#### Activity:
One part of the entries below is wanted: the lines from the one containing "const edition = await client.call('edition.new', from" through the one containing "e.label, label, brief". Write those out exactly and nothing else.
Top of Information given
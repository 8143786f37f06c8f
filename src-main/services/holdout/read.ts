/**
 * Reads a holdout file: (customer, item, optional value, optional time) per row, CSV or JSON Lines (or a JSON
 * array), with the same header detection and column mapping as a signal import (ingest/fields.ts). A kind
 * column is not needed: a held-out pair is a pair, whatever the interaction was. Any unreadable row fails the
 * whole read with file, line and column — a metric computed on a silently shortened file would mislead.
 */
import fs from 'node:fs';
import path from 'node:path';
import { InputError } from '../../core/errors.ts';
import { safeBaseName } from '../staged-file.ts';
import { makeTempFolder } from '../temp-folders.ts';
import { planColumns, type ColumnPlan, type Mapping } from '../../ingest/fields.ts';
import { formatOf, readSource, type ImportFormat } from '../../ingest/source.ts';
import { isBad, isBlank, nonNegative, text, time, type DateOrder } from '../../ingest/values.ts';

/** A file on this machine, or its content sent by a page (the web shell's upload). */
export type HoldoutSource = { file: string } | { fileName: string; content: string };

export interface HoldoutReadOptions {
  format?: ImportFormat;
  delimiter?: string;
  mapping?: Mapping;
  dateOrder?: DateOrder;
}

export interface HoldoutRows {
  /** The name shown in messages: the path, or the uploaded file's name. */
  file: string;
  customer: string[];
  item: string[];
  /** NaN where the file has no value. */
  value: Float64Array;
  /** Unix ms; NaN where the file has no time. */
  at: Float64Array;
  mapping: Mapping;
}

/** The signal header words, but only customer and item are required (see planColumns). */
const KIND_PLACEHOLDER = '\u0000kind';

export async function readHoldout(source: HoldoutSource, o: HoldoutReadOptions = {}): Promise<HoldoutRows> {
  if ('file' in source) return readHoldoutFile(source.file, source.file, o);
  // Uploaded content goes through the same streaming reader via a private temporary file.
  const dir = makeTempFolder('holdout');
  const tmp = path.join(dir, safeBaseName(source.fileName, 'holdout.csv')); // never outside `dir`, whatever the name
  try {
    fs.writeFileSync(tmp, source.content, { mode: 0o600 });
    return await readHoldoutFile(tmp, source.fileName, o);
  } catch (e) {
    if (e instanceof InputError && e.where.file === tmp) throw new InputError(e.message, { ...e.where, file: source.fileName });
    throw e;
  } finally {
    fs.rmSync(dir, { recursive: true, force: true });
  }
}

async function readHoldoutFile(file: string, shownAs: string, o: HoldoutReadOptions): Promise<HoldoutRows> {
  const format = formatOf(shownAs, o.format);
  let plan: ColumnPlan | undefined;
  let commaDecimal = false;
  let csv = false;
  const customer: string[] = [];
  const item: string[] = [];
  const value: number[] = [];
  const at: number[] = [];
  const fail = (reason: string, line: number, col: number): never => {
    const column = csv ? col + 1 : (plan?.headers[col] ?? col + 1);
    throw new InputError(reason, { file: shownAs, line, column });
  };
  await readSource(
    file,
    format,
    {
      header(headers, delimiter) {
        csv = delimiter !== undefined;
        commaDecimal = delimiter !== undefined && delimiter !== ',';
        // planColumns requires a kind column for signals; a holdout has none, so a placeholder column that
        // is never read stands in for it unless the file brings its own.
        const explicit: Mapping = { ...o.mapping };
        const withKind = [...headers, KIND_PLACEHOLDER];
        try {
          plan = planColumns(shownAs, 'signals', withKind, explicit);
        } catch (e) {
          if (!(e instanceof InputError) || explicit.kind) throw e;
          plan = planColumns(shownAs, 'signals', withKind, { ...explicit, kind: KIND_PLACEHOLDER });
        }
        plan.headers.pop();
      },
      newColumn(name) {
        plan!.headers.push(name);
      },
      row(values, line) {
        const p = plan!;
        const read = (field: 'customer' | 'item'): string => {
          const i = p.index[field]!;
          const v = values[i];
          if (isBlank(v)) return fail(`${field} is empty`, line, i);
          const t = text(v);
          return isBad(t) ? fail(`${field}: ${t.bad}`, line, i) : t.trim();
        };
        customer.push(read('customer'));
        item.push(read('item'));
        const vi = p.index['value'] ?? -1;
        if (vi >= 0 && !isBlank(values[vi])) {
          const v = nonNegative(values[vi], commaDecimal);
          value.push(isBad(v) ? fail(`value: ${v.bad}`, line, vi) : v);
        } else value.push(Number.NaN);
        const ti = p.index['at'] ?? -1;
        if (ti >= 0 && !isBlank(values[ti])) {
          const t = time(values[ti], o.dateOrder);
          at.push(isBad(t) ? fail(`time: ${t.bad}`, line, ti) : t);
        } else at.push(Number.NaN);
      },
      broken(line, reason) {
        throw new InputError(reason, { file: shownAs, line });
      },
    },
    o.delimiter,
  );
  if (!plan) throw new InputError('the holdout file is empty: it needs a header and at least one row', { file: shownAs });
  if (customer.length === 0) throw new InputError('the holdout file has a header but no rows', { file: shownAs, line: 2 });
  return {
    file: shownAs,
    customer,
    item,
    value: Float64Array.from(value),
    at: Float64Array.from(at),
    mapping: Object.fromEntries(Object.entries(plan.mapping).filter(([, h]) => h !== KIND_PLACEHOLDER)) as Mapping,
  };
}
Bottom of Information given
Top of Information given
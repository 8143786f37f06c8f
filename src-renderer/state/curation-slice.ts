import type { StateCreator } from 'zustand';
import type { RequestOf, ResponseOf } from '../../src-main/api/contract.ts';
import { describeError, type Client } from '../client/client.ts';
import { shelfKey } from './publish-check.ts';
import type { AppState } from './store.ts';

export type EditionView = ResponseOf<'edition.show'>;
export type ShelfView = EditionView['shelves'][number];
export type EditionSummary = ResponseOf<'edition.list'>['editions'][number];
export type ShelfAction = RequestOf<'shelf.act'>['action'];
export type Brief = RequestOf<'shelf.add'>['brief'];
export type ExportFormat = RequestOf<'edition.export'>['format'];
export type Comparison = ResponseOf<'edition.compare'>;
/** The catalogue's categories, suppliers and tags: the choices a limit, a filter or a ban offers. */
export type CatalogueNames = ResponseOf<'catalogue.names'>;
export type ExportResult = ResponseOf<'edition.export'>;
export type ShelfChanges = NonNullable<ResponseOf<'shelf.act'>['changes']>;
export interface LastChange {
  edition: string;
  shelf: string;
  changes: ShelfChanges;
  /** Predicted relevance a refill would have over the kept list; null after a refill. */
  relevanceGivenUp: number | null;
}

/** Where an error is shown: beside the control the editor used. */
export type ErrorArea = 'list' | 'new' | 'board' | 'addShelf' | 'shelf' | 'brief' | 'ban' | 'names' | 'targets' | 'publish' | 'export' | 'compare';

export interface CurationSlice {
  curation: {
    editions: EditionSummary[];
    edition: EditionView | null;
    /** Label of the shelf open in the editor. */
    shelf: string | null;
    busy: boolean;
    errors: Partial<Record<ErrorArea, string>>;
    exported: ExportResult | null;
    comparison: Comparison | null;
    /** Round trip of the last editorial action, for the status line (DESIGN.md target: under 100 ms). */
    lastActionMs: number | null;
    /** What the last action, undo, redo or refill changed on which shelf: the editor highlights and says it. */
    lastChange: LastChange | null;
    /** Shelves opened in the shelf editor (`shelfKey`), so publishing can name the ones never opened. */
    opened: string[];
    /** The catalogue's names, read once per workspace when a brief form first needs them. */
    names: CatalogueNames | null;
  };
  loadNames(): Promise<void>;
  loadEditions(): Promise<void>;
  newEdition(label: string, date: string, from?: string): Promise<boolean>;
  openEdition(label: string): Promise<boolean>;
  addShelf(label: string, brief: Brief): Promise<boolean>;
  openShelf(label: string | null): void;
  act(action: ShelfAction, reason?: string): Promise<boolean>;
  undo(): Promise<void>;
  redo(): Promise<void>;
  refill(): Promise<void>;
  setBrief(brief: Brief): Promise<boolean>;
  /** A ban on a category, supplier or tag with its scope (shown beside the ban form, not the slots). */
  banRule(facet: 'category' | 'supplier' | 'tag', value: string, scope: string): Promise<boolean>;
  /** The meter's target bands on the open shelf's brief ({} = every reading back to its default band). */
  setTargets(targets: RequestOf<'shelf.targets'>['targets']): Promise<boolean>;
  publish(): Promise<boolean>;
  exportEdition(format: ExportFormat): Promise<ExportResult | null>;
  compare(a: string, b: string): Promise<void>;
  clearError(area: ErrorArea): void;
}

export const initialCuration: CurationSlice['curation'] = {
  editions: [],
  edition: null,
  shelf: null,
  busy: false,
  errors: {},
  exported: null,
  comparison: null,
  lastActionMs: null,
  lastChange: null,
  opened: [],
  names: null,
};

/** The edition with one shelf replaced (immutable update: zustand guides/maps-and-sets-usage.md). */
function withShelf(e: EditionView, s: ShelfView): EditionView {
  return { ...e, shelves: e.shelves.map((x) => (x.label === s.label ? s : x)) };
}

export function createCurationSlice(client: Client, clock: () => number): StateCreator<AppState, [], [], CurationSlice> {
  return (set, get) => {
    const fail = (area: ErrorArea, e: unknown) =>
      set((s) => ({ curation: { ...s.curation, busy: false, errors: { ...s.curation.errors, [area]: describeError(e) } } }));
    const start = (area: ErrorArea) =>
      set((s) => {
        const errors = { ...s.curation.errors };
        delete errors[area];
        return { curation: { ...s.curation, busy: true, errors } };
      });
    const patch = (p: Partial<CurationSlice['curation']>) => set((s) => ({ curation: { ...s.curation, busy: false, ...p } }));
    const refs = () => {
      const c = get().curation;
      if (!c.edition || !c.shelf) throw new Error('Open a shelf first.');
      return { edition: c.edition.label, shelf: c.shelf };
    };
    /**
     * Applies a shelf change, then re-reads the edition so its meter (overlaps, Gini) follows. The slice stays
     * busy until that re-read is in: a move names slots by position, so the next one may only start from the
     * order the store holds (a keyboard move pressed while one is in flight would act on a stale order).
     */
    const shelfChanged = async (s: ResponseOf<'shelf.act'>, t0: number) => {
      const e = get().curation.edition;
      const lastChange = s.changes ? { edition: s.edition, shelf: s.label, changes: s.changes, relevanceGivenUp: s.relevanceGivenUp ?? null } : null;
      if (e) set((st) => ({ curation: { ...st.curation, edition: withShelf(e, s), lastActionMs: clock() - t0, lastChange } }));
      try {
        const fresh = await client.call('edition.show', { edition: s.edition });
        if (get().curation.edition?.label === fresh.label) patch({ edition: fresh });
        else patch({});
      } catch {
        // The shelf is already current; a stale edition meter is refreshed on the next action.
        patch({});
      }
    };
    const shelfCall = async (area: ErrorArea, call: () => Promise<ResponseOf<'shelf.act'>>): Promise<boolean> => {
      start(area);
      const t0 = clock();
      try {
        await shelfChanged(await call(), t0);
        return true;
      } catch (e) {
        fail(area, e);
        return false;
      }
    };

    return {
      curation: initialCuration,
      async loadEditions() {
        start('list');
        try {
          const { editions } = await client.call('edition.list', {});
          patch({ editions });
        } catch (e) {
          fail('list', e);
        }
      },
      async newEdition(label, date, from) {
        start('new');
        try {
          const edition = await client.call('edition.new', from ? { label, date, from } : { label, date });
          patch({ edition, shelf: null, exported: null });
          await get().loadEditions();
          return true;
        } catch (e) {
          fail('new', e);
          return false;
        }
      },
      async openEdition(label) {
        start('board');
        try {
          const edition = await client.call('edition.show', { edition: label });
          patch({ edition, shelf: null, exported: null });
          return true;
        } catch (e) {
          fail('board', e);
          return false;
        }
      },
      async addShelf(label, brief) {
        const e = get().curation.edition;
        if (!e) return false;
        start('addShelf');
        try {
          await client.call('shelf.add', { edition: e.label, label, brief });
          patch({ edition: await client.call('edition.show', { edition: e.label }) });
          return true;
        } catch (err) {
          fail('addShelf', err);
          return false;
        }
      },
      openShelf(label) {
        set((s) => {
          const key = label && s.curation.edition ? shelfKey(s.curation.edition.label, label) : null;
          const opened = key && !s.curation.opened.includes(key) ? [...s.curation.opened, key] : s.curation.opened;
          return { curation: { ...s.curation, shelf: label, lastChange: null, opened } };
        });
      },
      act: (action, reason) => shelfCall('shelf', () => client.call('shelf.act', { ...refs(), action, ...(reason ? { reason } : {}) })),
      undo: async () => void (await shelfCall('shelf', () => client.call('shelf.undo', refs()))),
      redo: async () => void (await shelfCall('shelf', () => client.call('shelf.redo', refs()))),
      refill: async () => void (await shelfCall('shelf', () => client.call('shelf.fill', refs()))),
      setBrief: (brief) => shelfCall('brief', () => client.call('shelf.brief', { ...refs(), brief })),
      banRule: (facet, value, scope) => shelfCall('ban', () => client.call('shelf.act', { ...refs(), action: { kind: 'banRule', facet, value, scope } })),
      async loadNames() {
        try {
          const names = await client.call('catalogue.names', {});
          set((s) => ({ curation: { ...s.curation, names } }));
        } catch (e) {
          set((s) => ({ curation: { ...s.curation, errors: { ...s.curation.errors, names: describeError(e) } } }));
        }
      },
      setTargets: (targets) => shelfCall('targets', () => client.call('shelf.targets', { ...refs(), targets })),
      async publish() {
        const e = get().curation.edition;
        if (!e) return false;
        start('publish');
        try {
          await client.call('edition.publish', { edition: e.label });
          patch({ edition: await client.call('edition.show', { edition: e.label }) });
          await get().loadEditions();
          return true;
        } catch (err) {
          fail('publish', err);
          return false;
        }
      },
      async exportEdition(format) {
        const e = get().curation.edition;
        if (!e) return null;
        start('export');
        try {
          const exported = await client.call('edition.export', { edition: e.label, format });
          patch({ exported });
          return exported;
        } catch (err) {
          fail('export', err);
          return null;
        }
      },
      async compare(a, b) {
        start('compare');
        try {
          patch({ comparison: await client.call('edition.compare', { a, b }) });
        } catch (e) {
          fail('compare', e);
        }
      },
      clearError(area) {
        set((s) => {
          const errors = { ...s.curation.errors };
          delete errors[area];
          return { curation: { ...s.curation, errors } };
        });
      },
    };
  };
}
Bottom of Information given
#### Output of the exercise:
          const edition = await client.call('edition.new', from ? { label, date, from } : { label, date });
          patch({ edition, shelf: null, exported: null });
          await get().loadEditions();
          return true;
        } catch (e) {
          fail('new', e);
          return false;
        }
      },
      async openEdition(label) {
        start('board');
        try {
          const edition = await client.call('edition.show', { edition: label });
          patch({ edition, shelf: null, exported: null });
          return true;
        } catch (e) {
          fail('board', e);
          return false;
        }
      },
      async addShelf(label, brief) {
        const e = get().curation.edition;
        if (!e) return false;
        start('addShelf');
        try {
          await client.call('shelf.add', { edition: e.label, label, brief });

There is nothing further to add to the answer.